There will be links to this forum of course (because this is THE place to talk slingshots).

However, I cannot do this alone. I will need help from the community to determine said rules, regulations etc. Also I will need help in general website design (I know enough to get started but may need tips).

I was thinking slingshotleague.com . . . thoughts on this?


----------



## justplainduke (May 31, 2011)

Awesome idea; thank you for taking the reins on this one Natural Fork. The idea is long overdue, and I believe that with your attention to detail you are the man for the job!


----------



## harpersgrace (Jan 28, 2010)

Thanks but no thanks, more power to you and the people who want the "sport" to grow. I just dont see where it needs to, or needs some type of unified rules and standardization. No offence but that's just not slingshot shooting to me...having the yearly shoot that Jaybird set up was/is as orginized as I can deal with...but like I said more power to you and best of luck.


----------



## M.J (Nov 1, 2010)

I love shooting contests and will do anything I can to support sling-shooting becoming a legitimate sport.


----------



## NaturalFork (Jan 21, 2010)

harpersgrace said:


> Thanks but no thanks, more power to you and the people who want the "sport" to grow. I just dont see where it needs to, or needs some type of unified rules and standardization. No offence but that's just not slingshot shooting to me...having the yearly shoot that Jaybird set up was/is as orginized as I can deal with...but like I said more power to you and best of luck.


So you are ok with one tournament but any more than that and it would be bad in your opinion? I understand the desire to keep this a niche thing and keep our tight nit group. However there is so much potential for this to become great community events for people. Slingshots are dirt cheap. It is something that many would enjoy and wouldnt need much of an investment to get started.


----------



## M.J (Nov 1, 2010)

harpersgrace said:


> Thanks but no thanks, more power to you and the people who want the "sport" to grow. I just dont see where it needs to, or needs some type of unified rules and standardization. No offence but that's just not slingshot shooting to me...having the yearly shoot that Jaybird set up was/is as orginized as I can deal with...but like I said more power to you and best of luck.


I like the cozy place slingshooting is in as well, but there can be another side to it.
There are lots of serious archery tournaments for people that want to be a part of them but that doesn't stop people from shooting in their back yards for fun or from hunting. I would hope that we'd never lose the friendly feel of the ECST but it would be cool to have an online league and more tournaments.


----------



## dgui (Jan 12, 2010)

Someone ought to set the standards for coin shooting, But I won't follow the rules, any rules.


----------



## NaturalFork (Jan 21, 2010)

dgui said:


> Someone ought to set the standards for coin shooting, But I won't follow the rules, any rules.
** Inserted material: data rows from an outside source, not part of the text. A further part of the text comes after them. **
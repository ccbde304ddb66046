package main

import (
	"bytes"
	"runtime"
	"strings"
	"testing"
)

func TestExitCodes(t *testing.T) {
	t.Parallel()
	var out, errb bytes.Buffer
	if code := run([]string{"nosuch"}, &out, &errb); code != 2 {
		t.Errorf("unknown command: exit %d, want 2", code)
	}
	if code := run([]string{"check", "--nosuchflag"}, &out, &errb); code != 2 {
		t.Errorf("bad flag: exit %d, want 2", code)
	}
	out.Reset()
	errb.Reset()
	if code := run([]string{"check", "--help"}, &out, &errb); code != 0 {
		t.Errorf("--help: exit %d, want 0", code)
	}
	if !strings.Contains(errb.String(), "usage: n2pulse check") {
		t.Errorf("--help printed %q", errb.String())
	}
	out.Reset()
	if code := run([]string{"help"}, &out, &errb); code != 0 || !strings.Contains(out.String(), "check") {
		t.Errorf("help: exit %d, output %q", code, out.String())
	}
}

// TestVersion checks that --version and the version command print the same one line naming
// the program and the Go release it was built with.
func TestVersion(t *testing.T) {
	t.Parallel()
	var a, b, errb bytes.Buffer
	if code := run([]string{"--version"}, &a, &errb); code != 0 {
		t.Fatalf("--version: exit %d: %s", code, errb.String())
	}
	if code := run([]string{"version"}, &b, &errb); code != 0 {
		t.Fatalf("version: exit %d: %s", code, errb.String())
	}
	if a.String() != b.String() || !strings.HasPrefix(a.String(), "n2pulse ") || !strings.Contains(a.String(), runtime.Version()) ||
		strings.Count(a.String(), "\n") != 1 {
		t.Errorf("--version %q, version %q: want one equal line naming n2pulse and %s", a.String(), b.String(), runtime.Version())
	}
}
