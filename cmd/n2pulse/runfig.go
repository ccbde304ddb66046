package main

import (
	"path/filepath"

	"n2pulse/kinetics"
	"n2pulse/kinetics/design"
	"n2pulse/kinetics/study"
	"n2pulse/plots"
)

// writeRunFigures draws the pulse report and the gain map of one shot as PNG and SVG; env, when
// not nil, is shaded on the output power.
func writeRunFigures(dir string, d *design.Design, r *kinetics.Result, env *study.Envelope) error {
	pd := runPulseData(d, r, env)
	for _, ext := range []string{".png", ".svg"} {
		if err := plots.PulseReport(filepath.Join(dir, "pulse-report"+ext), pd); err != nil {
			return err
		}
		if err := plots.GainMapEnds(filepath.Join(dir, "gain-map"+ext), r.Z, r.GainTime, r.Gain,
			plots.Ends{Rear: d.Optics.RearReflectivity, Front: d.Optics.FrontReflectivity}); err != nil {
			return err
		}
	}
	return nil
}

// runPulseData is the pulse report's data of one shot: its waveforms, the half-maximum
// crossings, and the flags of its summary the half-maximum mark shows (separate pulses, an
// ill-conditioned width); env, when not nil, is the band shaded on the output power.
func runPulseData(d *design.Design, r *kinetics.Result, env *study.Envelope) plots.PulseData {
	pd := plots.PulseData{
		Title:           d.Name,
		Time:            r.Time,
		ChannelVoltage:  r.ChannelVoltage,
		Current:         r.Current,
		ReducedField:    r.ReducedField,
		ElectronDensity: r.ElectronDensity,
		UpperLevel:      r.UpperLevel,
		LowerLevel:      r.LowerLevel,
		PowerFront:      r.PowerFront,
		PowerRear:       r.PowerRear,
	}
	pd.FWHMStart, pd.FWHMEnd = plots.HalfMaxCrossings(r.Time, r.PowerFront)
	pd.Pulses = r.Summary.Pulses
	pd.FWHMIllConditioned, pd.FWHMAt45, pd.FWHMAt55 = r.Summary.FWHMIllConditioned, r.Summary.FWHMAt45, r.Summary.FWHMAt55
	pd.DetectorResponse = r.Summary.DetectorResponse
	pd.RearReflectivity, pd.FrontReflectivity = d.Optics.RearReflectivity, d.Optics.FrontReflectivity
	if env != nil {
		pd.Band = &plots.PowerBand{Time: env.Time, Low: env.P05, High: env.P95, Samples: env.Samples}
	}
	return pd
}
I think you already set that standard!


----------



## NightKnight (Dec 16, 2009)

I think that is a great idea! A good start on the standardized rules would be tournament rules Archery. We might have to bring the range in to a shorter distance.... but then again maybe not.


----------



## M.J (Nov 1, 2010)

I vote for a "hit it or don't hit it" type of target rather than paper. It may just be my personal bias but I don't think paper targets are ideal for large projectile shooting.


----------



## harpersgrace (Jan 28, 2010)

NaturalFork said:


> Thanks but no thanks, more power to you and the people who want the "sport" to grow. I just dont see where it needs to, or needs some type of unified rules and standardization. No offence but that's just not slingshot shooting to me...having the yearly shoot that Jaybird set up was/is as orginized as I can deal with...but like I said more power to you and best of luck.
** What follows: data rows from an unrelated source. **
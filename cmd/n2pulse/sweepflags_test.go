package main

import (
	"bytes"
	"strings"
	"testing"

	"n2pulse/kinetics/study"
)

// TestSweepBandsWidthFlagLines: the sweep's uncertainty summary, its --json block and its report
// section count the points with samples of separate pulses and of an ill-conditioned FWHM
// (columns band_separate_pulses, band_fwhm_ill_conditioned), and say when no sample has
// either. Made-up table of three points: separate pulses at one, an ill-conditioned FWHM at two.
func TestSweepBandsWidthFlagLines(t *testing.T) {
	t.Parallel()
	tab := &study.Table{
		Columns: []string{study.MayNotLaseColumn, study.BandSeparatePulsesColumn, study.BandIllConditionedColumn, study.BandNoteColumn},
		Rows: [][]string{
			{"false", "0", "3", "3 of 10 samples have an ill-conditioned FWHM"},
			{"false", "2", "10", "2 of 10 samples make separate pulses; 10 of 10 samples have an ill-conditioned FWHM"},
			{"false", "0", "0", ""},
		},
	}
	b := sweepBands{Samples: 10, Seed: 1}
	var out bytes.Buffer
	printSweepBands(&out, tab, b)
	want := "FWHM band: samples with separate pulses at 1 of 3 points (column band_separate_pulses), samples with an ill-conditioned FWHM at 2 of 3 points (column band_fwhm_ill_conditioned)"
	if !strings.Contains(out.String(), want) || !strings.Contains(out.String(), "2 points flagged") {
		t.Errorf("summary lacks %q or the 2 flagged points:\n%s", want, out.String())
	}
	j := sweepBandBlock(tab, b, nil)
	if j.SeparatePulses != 1 || j.IllConditionedFWHM != 2 || j.Flagged != 2 {
		t.Errorf("json block: %d points with separate pulses, %d ill-conditioned, %d flagged; want 1, 2, 2", j.SeparatePulses, j.IllConditionedFWHM, j.Flagged)
	}
	sec := sweepBandSection(tab, b)
	if !strings.Contains(strings.Join(sec.Paragraphs, "\n"), want) {
		t.Errorf("report section lacks %q: %q", want, sec.Paragraphs)
	}
	// No sample with either flag: one line says so, the block counts 0.
	tab.Rows = tab.Rows[2:]
	out.Reset()
	printSweepBands(&out, tab, b)
	if !strings.Contains(out.String(), "no sample at any point makes separate pulses or an ill-conditioned FWHM") || strings.Contains(out.String(), "FWHM band:") {
		t.Errorf("clean summary:\n%s", out.String())
	}
	if j := sweepBandBlock(tab, b, nil); j.SeparatePulses != 0 || j.IllConditionedFWHM != 0 {
		t.Errorf("clean json block: %d, %d; want 0, 0", j.SeparatePulses, j.IllConditionedFWHM)
	}
}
So you are ok with one tournament but any more than that and it would be bad in your opinion? I understand the desire to keep this a niche thing and keep our tight nit group. However there is so much potential for this to become great community events for people. Slingshots are dirt cheap. It is something that many would enjoy and wouldnt need much of an investment to get started.
[/quote]

I'm not anyone to tell others what to do, so if this is what you think is needed go for it, as I said best of luck,
From what I could tell of Jays shoot ( I was unable to go do to personel reasons) it was more of a get together than a tourney no one was overly worried about rules and standarization.
Like I said good luck to you and those who like that sort of thing it just aint me...


----------



## NaturalFork (Jan 21, 2010)

M_J said:


> I vote for a "hit it or don't hit it" type of target rather than paper. It may just be my personal bias but I don't think paper targets are ideal for large projectile shooting.
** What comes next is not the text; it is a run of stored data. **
package main

import (
	"encoding/json"
	"fmt"
	"io"
	"math"
	"strings"
	"text/tabwriter"

	"n2pulse/kinetics/study"
	"n2pulse/plots"
	"n2pulse/units"
	"n2pulse/validation"
)

func init() {
	register(command{
		name:    "check",
		summary: "run the validation registry: the model against published and analytic values",
		run:     runCheck,
	})
}

func runCheck(args []string, stdout, stderr io.Writer) error {
	fs := newFlags("check", "[--strict] [--report DIR] [--uncertainty N [--seed S]] [--apparatus] [--json]", stderr)
	strict := fs.Bool("strict", false, "exit 1 also on a discrepancy with a published experiment")
	report := fs.String("report", "", "write the validation report (checks.md, checks.csv, overlay figures) into `DIR`")
	samples := fs.Int("uncertainty", 0, fmt.Sprintf("also run every experiment case with a measured energy over N samples of the uncertain constants (Latin hypercube, %d…%d) and say whether the measured energy lies inside the model's 5–95 %% band", study.MinSamples, study.MaxSamples))
	seed := fs.Uint64("seed", 1, "seed of the --uncertainty samples")
	apparatus := fs.Bool("apparatus", false, "also run every experiment case with a measured energy or FWHM once per apparatus alternative of validation/testdata/experiments/COMMON.md (a switch that holds the charge, loop inductances ×0.5 and ×3, width 1–2× the gap where the source gives none) and say whether the measurement lies inside their range, also for the checks derived from measured variations (best gap, air/N₂ ratio, directions), each alternative's scan run as the default check runs it; apparatus, not model uncertainty; the checks and their verdicts do not change")
	asJSON := fs.Bool("json", false, "print the checks (and the --uncertainty and --apparatus results) as JSON on stdout (SI units; null where a value is not defined)")
	if help, err := parseFlags(fs, args); help || err != nil {
		return err
	}
	if fs.NArg() > 0 {
		return usagef("check: takes no arguments, got %q", fs.Args())
	}
	if err := study.CheckSamples("--uncertainty", *samples); err != nil {
		return usageOf("check: ", err)
	}
	checks := validation.RunAll()
	var envelope []validation.EnvelopeRow
	if *apparatus {
		var err error
		if envelope, err = validation.ApparatusEnvelope(0); err != nil {
			return err
		}
	}
	if *report != "" {
		if err := validation.WriteReportWith(*report, checks, drawVariation, drawScoreboard, envelope); err != nil {
			return err
		}
	}
	var bands []validation.BandRow
	if *samples > 0 {
		var err error
		if bands, err = validation.ExperimentBands(*samples, *seed, 0); err != nil {
			return err
		}
	}
	var failed, discrepant int
	if *asJSON {
		failed, discrepant = countChecks(checks)
		b, err := json.MarshalIndent(checkJSON(checks, failed, discrepant, bands, *samples, *seed, envelope, *apparatus), "", "  ")
		if err != nil {
			return err
		}
		fmt.Fprintf(stdout, "%s\n", b)
	} else {
		failed, discrepant = printChecks(stdout, checks)
		fmt.Fprintf(stdout, "\n%d checks: %d passed, %d failed, %d discrepancies with experiments\n",
			len(checks), len(checks)-failed-discrepant, failed, discrepant)
		if *samples > 0 {
			printExperimentBands(stdout, bands, *samples, *seed)
		}
		if *apparatus {
			printApparatus(stdout, envelope)
		}
	}
	if failed > 0 || (*strict && discrepant > 0) {
		return errSilent
	}
	return nil
}

// widthFlagCell is a check row's count of samples with separate pulses and with an
// ill-conditioned FWHM: "2 separate pulses, 3 ill-conditioned FWHM", "none" when neither.
func widthFlagCell(separate, ill int) string {
	var parts []string
	if separate > 0 {
		parts = append(parts, fmt.Sprintf("%d separate pulses", separate))
	}
	if ill > 0 {
		parts = append(parts, fmt.Sprintf("%d ill-conditioned FWHM", ill))
	}
	if len(parts) == 0 {
		return "none"
	}
	return strings.Join(parts, ", ")
}

// drawVariation draws the report's overlay figure of one experimental variation: the model
// curve against the measured points.
func drawVariation(path string, v validation.Variation) error {
	return plots.Overlay(path, plots.OverlayData{
		Title: v.ID + ": " + v.Title, XLabel: v.XLabel, YLabel: v.YLabel,
		ModelLabel: "model", ModelX: v.ModelX, ModelY: v.ModelY,
		MeasuredLbl: "measured", MeasuredX: v.MeasuredX, MeasuredY: v.MeasuredY,
	})
}

// drawScoreboard draws the report's scoreboard: model/measured energy and FWHM of every
// experiment case against its specific loading.
func drawScoreboard(path string, rows []validation.ScoreRow) error {
	pts := make([]plots.ScorePoint, len(rows))
	for i, r := range rows {
		pts[i] = plots.ScorePoint{Loading: r.EnergyPerMolecule, EnergyRatio: r.EnergyRatio(), FWHMRatio: r.FWHMRatio()}
	}
	return plots.Scoreboard(path, pts)
}

// printChecks writes the check table and counts failures and experiment discrepancies.
func printChecks(w io.Writer, checks []validation.Check) (failed, discrepant int) {
	tw := tabwriter.NewWriter(w, 0, 0, 2, ' ', 0)
	fmt.Fprintln(tw, "id\tcomputed\treference\tdeviation\ttolerance\tresult\tkind\tsource")
	for _, c := range checks {
		result := "pass"
		switch {
		case c.Pass():
		case c.Tolerated():
			result, discrepant = "DISCREPANCY", discrepant+1
		default:
			result, failed = "FAIL", failed+1
		}
		comp := fmt.Sprintf("%.5g %s", c.Computed, c.Unit)
		if c.Err != nil {
			comp = "error: " + c.Err.Error()
		}
		dev := "-"
		if d := c.Deviation(); !math.IsNaN(d) && c.Mode != validation.True {
			if c.Mode == validation.Absolute {
				dev = fmt.Sprintf("%+.3g", d)
			} else {
				dev = fmt.Sprintf("%+.2f%%", 100*d)
			}
		}
		fmt.Fprintf(tw, "%s\t%s\t%.5g\t%s\t%s\t%s\t%s\t%s\n", c.ID, comp, c.Reference, dev,
			c.ToleranceText(), result, c.Kind, c.Source)
	}
	tw.Flush()
	return failed, discrepant
}

// printExperimentBands writes, per experiment case with a measured energy, the measured value,
// the model's nominal value and its 5–95 % band over the samples, where the measurement lies
// against the band, and how many samples make separate pulses or an ill-conditioned FWHM.
func printExperimentBands(w io.Writer, rows []validation.BandRow, n int, seed uint64) {
	fmt.Fprintf(w, "\nmeasured energy against the model's uncertainty band (%d samples of the uncertain constants, Latin hypercube, seed %d):\n", n, seed)
	tw := tabwriter.NewWriter(w, 0, 0, 2, ' ', 0)
	fmt.Fprintln(tw, "case\tend\tmeasured\tmodel\t5 %\tmedian\t95 %\tmeasured lies\tsamples with an ambiguous width")
	inside, ambiguous := 0, 0
	for _, r := range rows {
		if r.Err != nil {
			fmt.Fprintf(tw, "%s\t%s\t%s\t\t\t\t\terror: %v\n", r.Case, r.End, units.Format(r.Measured, "J"), r.Err)
			continue
		}
		pos := r.Position()
		if pos == "inside" {
			inside++
		} else {
			pos = strings.ToUpper(pos) + " the band"
		}
		flags := widthFlagCell(r.SeparatePulses, r.IllConditionedFWHM)
		if flags != "none" {
			ambiguous++
		}
		fmt.Fprintf(tw, "%s\t%s\t%s\t%s\t%s\t%s\t%s\t%s\t%s\n", r.Case, r.End, units.Format(r.Measured, "J"), units.Format(r.Nominal, "J"),
			units.Format(r.Band.P05, "J"), units.Format(r.Band.P50, "J"), units.Format(r.Band.P95, "J"), pos, flags)
	}
	tw.Flush()
	fmt.Fprintf(w, "%d of %d measured energies lie inside the band; the band covers the constants of package kinetics/design (Spreads), not the circuit and switch values of the common block (those: --apparatus)\n", inside, len(rows))
	if ambiguous > 0 {
		fmt.Fprintf(w, "%d of %d cases have samples with separate pulses or an ill-conditioned FWHM: their energy band holds, the width of those samples is ambiguous\n", ambiguous, len(rows))
	}
}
Input like this is greatly appreciated. There might be a couple types of shooting. Like archery has field shoots and 3d shoots.


----------



## M.J (Nov 1, 2010)

Four posts on this one, I guess I'm interested!
How 'bout this for an online setup:
Shooting goes in rounds for those who enter. From a distance of 10m (which seems like a popular standard) contestants take 10 shots at a hanging object. Objects could be things that are readily available so we can get something going, for example cans of various capacities (20, 16, 12, 7 oz) or something like that. Winner could be determined by total points for all rounds or by elimination.


----------



## NaturalFork (Jan 21, 2010)

Any suggestions on domain name? is slingshotleage.com good? About to buy that domain.


----------



## Dayhiker (Mar 13, 2010)

Rules are made to be broken. I'm with Darrell on this one. You make 'em and I'll break 'em.


----------



## notchent (Aug 4, 2011)

M_J said:


> Thanks but no thanks, more power to you and the people who want the "sport" to grow. I just dont see where it needs to, or needs some type of unified rules and standardization. No offence but that's just not slingshot shooting to me...having the yearly shoot that Jaybird set up was/is as orginized as I can deal with...but like I said more power to you and best of luck.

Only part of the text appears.